TASK ITEM: In the entries that follow, find the line containing "to the highest."; from there, copy every line exactly through the line containing "a peak fit.".

*** DATA FOR THE TASK ***

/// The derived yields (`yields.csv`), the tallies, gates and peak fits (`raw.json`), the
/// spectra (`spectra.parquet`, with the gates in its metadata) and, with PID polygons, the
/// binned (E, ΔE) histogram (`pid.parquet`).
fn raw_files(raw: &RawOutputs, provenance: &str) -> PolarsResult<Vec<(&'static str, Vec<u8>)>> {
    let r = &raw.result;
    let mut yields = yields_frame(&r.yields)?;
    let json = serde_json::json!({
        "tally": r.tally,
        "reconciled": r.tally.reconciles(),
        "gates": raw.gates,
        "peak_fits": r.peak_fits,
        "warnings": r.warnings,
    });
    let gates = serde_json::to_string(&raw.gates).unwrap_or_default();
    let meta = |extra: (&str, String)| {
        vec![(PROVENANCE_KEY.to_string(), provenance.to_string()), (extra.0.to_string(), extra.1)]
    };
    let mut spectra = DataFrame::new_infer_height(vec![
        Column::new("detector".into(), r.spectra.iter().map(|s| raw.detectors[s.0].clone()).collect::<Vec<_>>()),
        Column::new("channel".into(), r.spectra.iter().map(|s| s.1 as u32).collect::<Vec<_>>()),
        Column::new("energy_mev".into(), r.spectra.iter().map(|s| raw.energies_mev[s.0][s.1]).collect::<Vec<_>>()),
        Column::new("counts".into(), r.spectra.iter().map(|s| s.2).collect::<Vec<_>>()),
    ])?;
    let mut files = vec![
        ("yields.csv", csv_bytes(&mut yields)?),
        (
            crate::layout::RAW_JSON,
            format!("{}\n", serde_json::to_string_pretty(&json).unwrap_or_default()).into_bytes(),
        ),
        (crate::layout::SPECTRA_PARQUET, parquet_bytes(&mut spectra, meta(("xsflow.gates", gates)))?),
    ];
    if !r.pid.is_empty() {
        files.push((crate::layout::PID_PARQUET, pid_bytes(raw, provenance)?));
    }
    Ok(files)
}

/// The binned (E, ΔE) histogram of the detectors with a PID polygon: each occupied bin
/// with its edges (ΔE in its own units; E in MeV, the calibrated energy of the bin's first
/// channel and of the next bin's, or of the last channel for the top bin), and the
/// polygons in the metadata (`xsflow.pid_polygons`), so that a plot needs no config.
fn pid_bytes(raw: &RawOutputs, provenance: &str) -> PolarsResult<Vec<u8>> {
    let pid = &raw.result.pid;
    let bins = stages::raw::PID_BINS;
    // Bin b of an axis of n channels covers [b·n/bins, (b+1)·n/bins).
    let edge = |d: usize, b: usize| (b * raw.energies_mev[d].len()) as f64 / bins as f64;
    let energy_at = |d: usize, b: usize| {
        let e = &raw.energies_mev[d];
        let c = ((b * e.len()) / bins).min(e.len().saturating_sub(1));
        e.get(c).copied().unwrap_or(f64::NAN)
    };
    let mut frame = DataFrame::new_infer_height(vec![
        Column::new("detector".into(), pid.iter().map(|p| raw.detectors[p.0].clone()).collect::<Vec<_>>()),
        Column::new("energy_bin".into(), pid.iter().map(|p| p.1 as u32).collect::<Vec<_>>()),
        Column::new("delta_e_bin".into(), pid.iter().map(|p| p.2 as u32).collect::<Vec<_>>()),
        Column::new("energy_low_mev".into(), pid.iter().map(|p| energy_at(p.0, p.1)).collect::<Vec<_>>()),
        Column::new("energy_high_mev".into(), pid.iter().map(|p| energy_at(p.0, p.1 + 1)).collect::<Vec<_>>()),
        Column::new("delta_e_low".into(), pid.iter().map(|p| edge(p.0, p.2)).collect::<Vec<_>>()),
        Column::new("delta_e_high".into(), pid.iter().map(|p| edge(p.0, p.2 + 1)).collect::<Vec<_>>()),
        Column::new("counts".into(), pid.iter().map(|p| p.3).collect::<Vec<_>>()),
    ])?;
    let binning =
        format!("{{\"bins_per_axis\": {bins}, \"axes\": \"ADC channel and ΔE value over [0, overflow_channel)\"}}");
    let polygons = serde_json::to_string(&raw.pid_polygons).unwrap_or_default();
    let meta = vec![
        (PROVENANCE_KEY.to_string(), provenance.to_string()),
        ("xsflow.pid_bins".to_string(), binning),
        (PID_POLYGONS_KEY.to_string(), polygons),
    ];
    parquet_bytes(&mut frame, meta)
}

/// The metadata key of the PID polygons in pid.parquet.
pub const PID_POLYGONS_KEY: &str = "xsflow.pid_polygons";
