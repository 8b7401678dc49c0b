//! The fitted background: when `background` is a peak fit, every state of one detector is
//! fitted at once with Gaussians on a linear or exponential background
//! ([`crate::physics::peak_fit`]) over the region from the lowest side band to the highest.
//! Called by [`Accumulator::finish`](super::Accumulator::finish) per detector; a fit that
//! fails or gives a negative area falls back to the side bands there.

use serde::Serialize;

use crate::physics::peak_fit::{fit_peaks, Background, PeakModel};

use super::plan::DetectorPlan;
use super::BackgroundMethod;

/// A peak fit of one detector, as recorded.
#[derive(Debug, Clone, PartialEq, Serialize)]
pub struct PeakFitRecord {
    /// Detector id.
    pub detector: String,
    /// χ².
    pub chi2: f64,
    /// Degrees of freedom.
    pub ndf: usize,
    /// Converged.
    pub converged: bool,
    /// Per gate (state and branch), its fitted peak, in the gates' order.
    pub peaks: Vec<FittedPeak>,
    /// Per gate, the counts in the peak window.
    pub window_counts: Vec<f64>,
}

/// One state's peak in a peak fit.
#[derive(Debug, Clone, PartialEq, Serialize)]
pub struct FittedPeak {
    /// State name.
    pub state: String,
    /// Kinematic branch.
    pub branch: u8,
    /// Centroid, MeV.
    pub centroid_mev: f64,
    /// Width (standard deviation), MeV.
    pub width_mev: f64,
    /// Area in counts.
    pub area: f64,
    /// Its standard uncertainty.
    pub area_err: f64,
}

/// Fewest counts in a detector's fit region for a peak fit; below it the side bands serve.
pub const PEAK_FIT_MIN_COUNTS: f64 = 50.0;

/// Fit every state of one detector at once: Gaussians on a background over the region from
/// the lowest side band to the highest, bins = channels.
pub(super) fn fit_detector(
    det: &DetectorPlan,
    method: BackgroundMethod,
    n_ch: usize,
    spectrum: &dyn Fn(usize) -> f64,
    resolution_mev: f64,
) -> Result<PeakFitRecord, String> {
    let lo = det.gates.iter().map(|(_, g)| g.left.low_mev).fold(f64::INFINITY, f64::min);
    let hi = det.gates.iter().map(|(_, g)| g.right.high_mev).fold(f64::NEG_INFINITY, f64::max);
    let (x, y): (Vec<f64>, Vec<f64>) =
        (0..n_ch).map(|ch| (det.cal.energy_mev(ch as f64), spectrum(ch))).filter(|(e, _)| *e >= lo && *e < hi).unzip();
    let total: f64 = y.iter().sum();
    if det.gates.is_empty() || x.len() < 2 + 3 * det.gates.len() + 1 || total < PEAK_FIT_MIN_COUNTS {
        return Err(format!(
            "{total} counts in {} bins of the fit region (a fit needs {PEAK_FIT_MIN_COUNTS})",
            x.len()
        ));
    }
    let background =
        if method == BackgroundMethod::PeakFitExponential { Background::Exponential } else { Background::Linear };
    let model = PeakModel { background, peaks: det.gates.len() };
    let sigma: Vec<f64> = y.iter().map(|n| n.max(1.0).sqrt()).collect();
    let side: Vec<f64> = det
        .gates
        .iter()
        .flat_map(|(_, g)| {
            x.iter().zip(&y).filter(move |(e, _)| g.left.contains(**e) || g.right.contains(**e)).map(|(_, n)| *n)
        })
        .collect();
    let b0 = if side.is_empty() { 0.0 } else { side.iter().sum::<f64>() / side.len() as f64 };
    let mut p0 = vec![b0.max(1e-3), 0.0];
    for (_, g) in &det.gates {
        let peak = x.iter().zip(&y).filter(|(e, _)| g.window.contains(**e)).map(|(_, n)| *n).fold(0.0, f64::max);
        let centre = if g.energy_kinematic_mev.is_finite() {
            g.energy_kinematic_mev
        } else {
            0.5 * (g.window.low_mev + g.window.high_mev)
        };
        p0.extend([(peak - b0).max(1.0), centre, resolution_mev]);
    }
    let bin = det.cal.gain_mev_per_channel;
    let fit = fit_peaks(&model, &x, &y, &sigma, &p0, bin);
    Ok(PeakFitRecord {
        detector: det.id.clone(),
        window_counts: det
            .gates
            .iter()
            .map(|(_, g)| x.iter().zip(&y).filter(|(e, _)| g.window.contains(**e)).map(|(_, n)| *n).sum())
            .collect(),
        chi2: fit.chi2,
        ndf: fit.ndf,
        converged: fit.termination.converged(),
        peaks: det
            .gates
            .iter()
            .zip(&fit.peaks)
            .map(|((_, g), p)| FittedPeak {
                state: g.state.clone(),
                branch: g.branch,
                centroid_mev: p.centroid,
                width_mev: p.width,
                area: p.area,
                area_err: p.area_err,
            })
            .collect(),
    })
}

***

TASK SOLUTION:
//! ([`crate::physics::peak_fit`]) over the region from the lowest side band to the highest.
//! Called by [`Accumulator::finish`](super::Accumulator::finish) per detector; a fit that
//! fails or gives a negative area falls back to the side bands there.

use serde::Serialize;

use crate::physics::peak_fit::{fit_peaks, Background, PeakModel};

use super::plan::DetectorPlan;
use super::BackgroundMethod;

/// A peak fit of one detector, as recorded.
#[derive(Debug, Clone, PartialEq, Serialize)]
pub struct PeakFitRecord {
    /// Detector id.
    pub detector: String,
    /// χ².
    pub chi2: f64,
    /// Degrees of freedom.
    pub ndf: usize,
    /// Converged.
    pub converged: bool,
    /// Per gate (state and branch), its fitted peak, in the gates' order.
    pub peaks: Vec<FittedPeak>,
    /// Per gate, the counts in the peak window.
    pub window_counts: Vec<f64>,
}

/// One state's peak in a peak fit.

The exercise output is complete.